World Power Consumption in 2014

In [107]:
import plotly.graph_objs as go 
from plotly.offline import init_notebook_mode,iplot
init_notebook_mode(connected=True) 
In [108]:
# Import the dataset
import pandas as pd
df = pd.read_csv('2014_World_Power_Consumption')
df.head(5)
Out[108]:
Country Power Consumption KWH Text
0 China 5.523000e+12 China 5,523,000,000,000
1 United States 3.832000e+12 United 3,832,000,000,000
2 European 2.771000e+12 European 2,771,000,000,000
3 Russia 1.065000e+12 Russia 1,065,000,000,000
4 Japan 9.210000e+11 Japan 921,000,000,000
In [109]:
data = dict(type = 'choropleth',
           colorscale = 'Electric',
           reversescale = True,
           locations = df['Country'],
           locationmode = 'country names',
           z = df['Power Consumption KWH'],
           text = df['Country'],
           colorbar = {'title': '2014 Power Consumption in KWH'})
In [110]:
layout = dict(title = '2014 Power Consumption in KWH',
             geo = dict (showframe = False, projection = {'type': 'natural earth'}))
In [111]:
choromap = go.Figure(data=[data], layout=layout)
In [112]:
iplot(choromap,validate=False)

China and USA were the major power consuming nations in 2014.

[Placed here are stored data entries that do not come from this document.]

/**
 * The vocabulary of what happens after the deposit: purchase orders, jobs, invoices, credit
 * notes and the notices sent about them. Imported by db/schema, validations and the UI.
 */

export const PO_STATUSES = ["draft", "sent", "partly_received", "received", "cancelled"] as const;
export type PoStatus = (typeof PO_STATUSES)[number];
export const PO_STATUS_LABELS: Record<PoStatus, string> = {
  draft: "Draft",
  sent: "Sent to supplier",
  partly_received: "Partly received",
  received: "Received",
  cancelled: "Cancelled",
};
/** A purchase order stock is received against: one the supplier has (or one not yet e-mailed). */
export const PO_RECEIVABLE: readonly PoStatus[] = ["draft", "sent", "partly_received"];

export const JOB_STATUSES = ["waiting_parts", "ready", "fitted"] as const;
export type JobStatus = (typeof JOB_STATUSES)[number];
export const JOB_STATUS_LABELS: Record<JobStatus, string> = {
  waiting_parts: "Waiting for parts",
  ready: "Ready to fit",
  fitted: "Fitted",
};

export const INVOICE_STATUSES = ["draft", "issued", "paid"] as const;
export type InvoiceStatus = (typeof INVOICE_STATUSES)[number];
export const INVOICE_STATUS_LABELS: Record<InvoiceStatus, string> = {
  draft: "Draft",
  issued: "Issued",
  paid: "Paid",
};

/** What a payment row pays: the deposit on a quote, or the balance of an invoice. */
export const PAYMENT_KINDS = ["deposit", "balance"] as const;
export type PaymentKind = (typeof PAYMENT_KINDS)[number];

/** The records an e-mail is logged on. */
export const MAIL_RECORDS = ["quote", "job", "invoice", "purchase_order"] as const;
export type MailRecord = (typeof MAIL_RECORDS)[number];

/** Every notice the product sends after the deposit, to the customer or to shop members. */
export const NOTICE_KINDS = [
  "deposit_receipt",
  "parts_arrived",
  "ready_to_fit",
  "fitted",
  "invoice",
  "balance_receipt",
  "po_to_supplier",
  "staff_quote_accepted",
  "staff_quote_declined",
  "staff_payment_received",
  "staff_po_received",
] as const;
export type NoticeKind = (typeof NOTICE_KINDS)[number];
export const NOTICE_LABELS: Record<NoticeKind, string> = {
  deposit_receipt: "Deposit receipt",
  parts_arrived: "Parts arrived",
  ready_to_fit: "Ready to fit",
  fitted: "Fitted",
  invoice: "Invoice",
  balance_receipt: "Payment receipt",
  po_to_supplier: "Purchase order to the supplier",
  staff_quote_accepted: "Quote accepted (shop)",
  staff_quote_declined: "Quote declined (shop)",
  staff_payment_received: "Payment received (shop)",
  staff_po_received: "Purchase order received (shop)",
};
export const MAIL_STATUSES = ["pending", "sent", "failed"] as const;
export type MailStatus = (typeof MAIL_STATUSES)[number];

const pad = (n: number) => String(n).padStart(4, "0");
/** PO-0003 */
export const poLabel = (n: number) => `PO-${pad(n)}`;
/** J-0003 */
export const jobLabel = (n: number) => `J-${pad(n)}`;
/** INV-0003; a draft has no number yet. */
export const invoiceLabel = (n: number | null) => (n === null ? "Draft invoice" : `INV-${pad(n)}`);
/** CN-0003 */
export const creditNoteLabel = (n: number) => `CN-${pad(n)}`;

2012 General Election Voting Data

In [123]:
elect = pd.read_csv('2012_Election_Data')
In [141]:
elect.head()
Out[141]:
Year ICPSR State Code Alphanumeric State Code State VEP Total Ballots Counted VEP Highest Office VAP Highest Office Total Ballots Counted Highest Office Voting-Eligible Population (VEP) Voting-Age Population (VAP) % Non-citizen Prison Probation Parole Total Ineligible Felon State Abv
0 2012 41 1 Alabama NaN 58.6% 56.0% NaN 2,074,338 3,539,217 3707440.0 2.6% 32,232 57,993 8,616 71,584 AL
1 2012 81 2 Alaska 58.9% 58.7% 55.3% 301,694 300,495 511,792 543763.0 3.8% 5,633 7,173 1,882 11,317 AK
2 2012 61 3 Arizona 53.0% 52.6% 46.5% 2,323,579 2,306,559 4,387,900 4959270.0 9.9% 35,188 72,452 7,460 81,048 AZ
3 2012 42 4 Arkansas 51.1% 50.7% 47.7% 1,078,548 1,069,468 2,109,847 2242740.0 3.5% 14,471 30,122 23,372 53,808 AR
4 2012 71 5 California 55.7% 55.1% 45.1% 13,202,158 13,038,547 23,681,837 28913129.0 17.4% 119,455 0 89,287 208,742 CA
In [168]:
data = dict(type='choropleth',
            colorscale = 'Viridis',
            reversescale = True,
            locations = elect['State Abv'],
            z = elect['Voting-Age Population (VAP)'],
            locationmode = 'USA-states',
            text = elect['State'],
            marker = dict(line = dict(color = 'rgb(12,12,12)',width = 1)),
            colorbar = {'title':"Voting-Age Population (VAP)"}
            ) 
In [169]:
layout = dict(title = '2012 General Election Voting Data',
              geo = dict(scope='usa',showlakes = True, lakecolor = 'rgb(85,173,240)'))
In [170]:
choromap1 = go.Figure(data = [data],layout = layout)
In [171]:
iplot(choromap1)

As we can see California, Texas, New York, and Florida are the major states where voting population resides.